(What you will do) Your task is to copy the lines of the data below from the line holding "written as JSON by" through the line holding "g_array_unref(fig->drawn);", inclusive, exactly and with nothing added.

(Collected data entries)
______

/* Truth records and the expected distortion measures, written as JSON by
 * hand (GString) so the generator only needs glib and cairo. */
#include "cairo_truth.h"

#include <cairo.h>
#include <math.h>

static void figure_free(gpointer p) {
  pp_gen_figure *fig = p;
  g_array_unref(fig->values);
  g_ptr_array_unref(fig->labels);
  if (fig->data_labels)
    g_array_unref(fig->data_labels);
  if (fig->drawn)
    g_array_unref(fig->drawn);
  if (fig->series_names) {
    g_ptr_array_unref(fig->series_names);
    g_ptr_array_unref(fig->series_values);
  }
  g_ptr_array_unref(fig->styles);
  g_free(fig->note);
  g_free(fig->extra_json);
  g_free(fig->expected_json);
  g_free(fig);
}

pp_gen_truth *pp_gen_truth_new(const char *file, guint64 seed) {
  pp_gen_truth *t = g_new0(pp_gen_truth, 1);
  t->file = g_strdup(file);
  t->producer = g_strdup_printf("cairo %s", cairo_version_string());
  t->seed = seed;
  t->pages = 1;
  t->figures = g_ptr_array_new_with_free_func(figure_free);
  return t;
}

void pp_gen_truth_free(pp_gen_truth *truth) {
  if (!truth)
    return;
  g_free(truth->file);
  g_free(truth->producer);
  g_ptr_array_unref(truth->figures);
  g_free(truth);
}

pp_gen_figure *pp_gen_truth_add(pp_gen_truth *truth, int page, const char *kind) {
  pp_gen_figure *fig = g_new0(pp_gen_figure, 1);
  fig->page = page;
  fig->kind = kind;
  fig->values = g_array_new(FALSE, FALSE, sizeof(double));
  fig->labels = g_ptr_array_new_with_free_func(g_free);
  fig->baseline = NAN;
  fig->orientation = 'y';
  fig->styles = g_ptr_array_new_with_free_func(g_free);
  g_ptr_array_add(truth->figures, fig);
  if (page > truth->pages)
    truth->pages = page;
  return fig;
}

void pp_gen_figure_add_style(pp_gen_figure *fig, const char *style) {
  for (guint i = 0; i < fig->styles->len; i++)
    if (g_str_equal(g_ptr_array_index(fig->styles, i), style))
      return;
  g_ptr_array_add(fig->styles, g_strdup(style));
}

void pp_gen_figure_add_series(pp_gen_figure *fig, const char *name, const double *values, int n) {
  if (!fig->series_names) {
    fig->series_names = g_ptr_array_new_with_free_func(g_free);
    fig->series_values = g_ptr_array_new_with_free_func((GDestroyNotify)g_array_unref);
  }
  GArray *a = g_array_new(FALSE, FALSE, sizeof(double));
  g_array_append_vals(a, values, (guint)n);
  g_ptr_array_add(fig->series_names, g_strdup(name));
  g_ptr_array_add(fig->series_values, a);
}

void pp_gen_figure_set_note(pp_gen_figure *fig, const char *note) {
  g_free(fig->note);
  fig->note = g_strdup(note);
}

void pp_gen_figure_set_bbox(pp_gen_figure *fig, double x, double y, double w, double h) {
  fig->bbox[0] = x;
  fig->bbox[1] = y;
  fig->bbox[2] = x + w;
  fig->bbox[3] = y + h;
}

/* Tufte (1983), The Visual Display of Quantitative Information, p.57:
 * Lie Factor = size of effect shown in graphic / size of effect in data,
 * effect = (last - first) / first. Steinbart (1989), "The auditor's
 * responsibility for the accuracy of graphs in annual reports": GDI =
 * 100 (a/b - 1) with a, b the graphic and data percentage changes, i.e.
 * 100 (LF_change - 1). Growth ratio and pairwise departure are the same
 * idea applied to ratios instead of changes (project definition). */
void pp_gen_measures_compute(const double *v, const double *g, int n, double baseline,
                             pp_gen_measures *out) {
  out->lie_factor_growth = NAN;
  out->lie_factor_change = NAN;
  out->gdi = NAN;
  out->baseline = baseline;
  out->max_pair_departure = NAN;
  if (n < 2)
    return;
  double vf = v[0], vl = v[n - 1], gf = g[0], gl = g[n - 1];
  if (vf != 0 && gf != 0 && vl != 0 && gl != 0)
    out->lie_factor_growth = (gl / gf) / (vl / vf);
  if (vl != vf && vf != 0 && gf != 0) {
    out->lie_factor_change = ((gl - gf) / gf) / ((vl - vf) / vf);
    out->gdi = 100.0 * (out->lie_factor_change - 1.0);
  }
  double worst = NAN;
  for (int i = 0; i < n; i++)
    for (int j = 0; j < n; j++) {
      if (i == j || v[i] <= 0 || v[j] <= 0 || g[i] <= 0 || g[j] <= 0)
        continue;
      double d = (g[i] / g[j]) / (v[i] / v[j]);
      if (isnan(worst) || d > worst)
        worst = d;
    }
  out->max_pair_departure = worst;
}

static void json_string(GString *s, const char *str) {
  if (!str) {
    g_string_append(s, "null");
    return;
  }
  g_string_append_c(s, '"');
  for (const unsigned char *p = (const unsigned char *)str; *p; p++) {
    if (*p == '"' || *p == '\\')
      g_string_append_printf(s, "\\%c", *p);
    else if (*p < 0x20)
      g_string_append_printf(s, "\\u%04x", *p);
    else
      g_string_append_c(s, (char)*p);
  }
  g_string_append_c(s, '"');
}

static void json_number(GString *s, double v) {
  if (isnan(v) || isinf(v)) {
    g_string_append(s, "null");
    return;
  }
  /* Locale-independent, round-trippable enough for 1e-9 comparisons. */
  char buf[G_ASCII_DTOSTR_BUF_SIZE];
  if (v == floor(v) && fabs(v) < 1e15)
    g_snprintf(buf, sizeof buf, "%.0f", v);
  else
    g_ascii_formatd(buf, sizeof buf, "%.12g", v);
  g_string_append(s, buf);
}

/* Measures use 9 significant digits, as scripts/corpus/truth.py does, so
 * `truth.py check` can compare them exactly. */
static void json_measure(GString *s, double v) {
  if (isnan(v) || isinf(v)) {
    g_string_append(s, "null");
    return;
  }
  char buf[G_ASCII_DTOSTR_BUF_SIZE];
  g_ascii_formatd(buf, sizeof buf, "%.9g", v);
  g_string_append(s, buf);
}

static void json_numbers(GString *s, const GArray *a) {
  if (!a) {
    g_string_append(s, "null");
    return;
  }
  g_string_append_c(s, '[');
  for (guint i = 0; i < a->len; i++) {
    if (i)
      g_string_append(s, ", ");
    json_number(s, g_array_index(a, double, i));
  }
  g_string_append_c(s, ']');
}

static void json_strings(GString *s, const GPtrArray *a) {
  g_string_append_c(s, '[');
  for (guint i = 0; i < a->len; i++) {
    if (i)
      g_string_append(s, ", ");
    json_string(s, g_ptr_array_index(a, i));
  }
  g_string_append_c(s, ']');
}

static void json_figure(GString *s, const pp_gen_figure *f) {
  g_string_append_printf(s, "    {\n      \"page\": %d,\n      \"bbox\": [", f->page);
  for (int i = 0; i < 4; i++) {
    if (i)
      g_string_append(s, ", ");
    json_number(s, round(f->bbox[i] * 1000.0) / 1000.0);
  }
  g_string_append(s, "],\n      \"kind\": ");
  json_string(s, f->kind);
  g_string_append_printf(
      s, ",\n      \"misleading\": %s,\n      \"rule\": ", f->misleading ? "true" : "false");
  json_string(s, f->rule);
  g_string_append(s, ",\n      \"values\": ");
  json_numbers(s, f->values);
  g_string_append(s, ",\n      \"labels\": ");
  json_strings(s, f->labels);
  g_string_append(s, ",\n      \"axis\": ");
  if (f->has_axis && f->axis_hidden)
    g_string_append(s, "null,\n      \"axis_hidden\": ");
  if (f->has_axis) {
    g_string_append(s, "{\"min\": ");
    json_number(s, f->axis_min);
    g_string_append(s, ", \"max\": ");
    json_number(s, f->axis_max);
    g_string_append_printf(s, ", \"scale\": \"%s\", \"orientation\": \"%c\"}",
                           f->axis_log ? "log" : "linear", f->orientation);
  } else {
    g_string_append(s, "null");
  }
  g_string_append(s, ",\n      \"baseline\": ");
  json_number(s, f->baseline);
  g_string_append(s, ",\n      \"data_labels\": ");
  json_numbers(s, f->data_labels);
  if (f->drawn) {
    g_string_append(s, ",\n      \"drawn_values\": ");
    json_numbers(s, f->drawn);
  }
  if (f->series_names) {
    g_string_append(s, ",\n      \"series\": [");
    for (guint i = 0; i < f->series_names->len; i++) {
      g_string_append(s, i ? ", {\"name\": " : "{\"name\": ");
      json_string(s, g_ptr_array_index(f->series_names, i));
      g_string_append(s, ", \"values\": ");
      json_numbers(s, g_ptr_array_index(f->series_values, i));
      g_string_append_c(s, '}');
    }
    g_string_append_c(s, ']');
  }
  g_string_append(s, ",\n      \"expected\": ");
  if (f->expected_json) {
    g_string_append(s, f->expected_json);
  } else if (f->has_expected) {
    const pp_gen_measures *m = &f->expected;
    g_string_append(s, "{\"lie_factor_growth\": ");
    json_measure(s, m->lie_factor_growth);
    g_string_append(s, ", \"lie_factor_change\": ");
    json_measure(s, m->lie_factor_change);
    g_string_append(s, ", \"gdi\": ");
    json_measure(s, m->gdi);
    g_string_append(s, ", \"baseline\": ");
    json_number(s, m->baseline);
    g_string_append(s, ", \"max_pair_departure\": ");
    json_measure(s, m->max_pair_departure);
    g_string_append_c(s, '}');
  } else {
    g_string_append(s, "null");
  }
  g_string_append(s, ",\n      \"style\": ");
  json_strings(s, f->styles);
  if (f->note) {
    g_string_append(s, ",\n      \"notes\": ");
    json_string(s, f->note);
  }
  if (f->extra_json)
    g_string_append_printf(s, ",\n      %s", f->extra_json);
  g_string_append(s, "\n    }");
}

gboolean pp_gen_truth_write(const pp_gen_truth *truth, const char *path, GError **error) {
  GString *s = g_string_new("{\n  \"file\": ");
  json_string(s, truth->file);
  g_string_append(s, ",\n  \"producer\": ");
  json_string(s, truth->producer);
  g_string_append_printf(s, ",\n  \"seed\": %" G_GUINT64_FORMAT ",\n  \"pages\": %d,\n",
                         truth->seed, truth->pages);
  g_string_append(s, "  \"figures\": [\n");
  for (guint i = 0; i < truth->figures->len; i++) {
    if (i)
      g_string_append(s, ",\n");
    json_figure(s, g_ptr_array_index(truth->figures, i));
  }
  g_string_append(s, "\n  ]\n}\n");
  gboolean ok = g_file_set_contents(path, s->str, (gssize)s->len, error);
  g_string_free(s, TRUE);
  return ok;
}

______

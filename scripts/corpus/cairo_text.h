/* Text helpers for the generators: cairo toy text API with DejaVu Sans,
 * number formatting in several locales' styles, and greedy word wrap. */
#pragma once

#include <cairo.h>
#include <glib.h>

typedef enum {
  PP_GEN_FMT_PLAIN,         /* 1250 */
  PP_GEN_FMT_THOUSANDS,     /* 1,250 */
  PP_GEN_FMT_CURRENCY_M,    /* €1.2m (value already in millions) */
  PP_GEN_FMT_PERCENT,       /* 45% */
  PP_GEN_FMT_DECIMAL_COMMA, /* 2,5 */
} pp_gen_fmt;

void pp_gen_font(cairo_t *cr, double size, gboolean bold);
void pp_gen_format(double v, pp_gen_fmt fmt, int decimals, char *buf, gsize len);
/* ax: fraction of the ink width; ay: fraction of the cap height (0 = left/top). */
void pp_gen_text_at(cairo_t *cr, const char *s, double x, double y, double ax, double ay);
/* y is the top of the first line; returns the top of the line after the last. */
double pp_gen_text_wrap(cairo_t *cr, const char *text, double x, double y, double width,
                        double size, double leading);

______

(Task answer)
/* Truth records and the expected distortion measures, written as JSON by
 * hand (GString) so the generator only needs glib and cairo. */
#include "cairo_truth.h"

#include <cairo.h>
#include <math.h>

static void figure_free(gpointer p) {
  pp_gen_figure *fig = p;
  g_array_unref(fig->values);
  g_ptr_array_unref(fig->labels);
  if (fig->data_labels)
    g_array_unref(fig->data_labels);
  if (fig->drawn)
    g_array_unref(fig->drawn);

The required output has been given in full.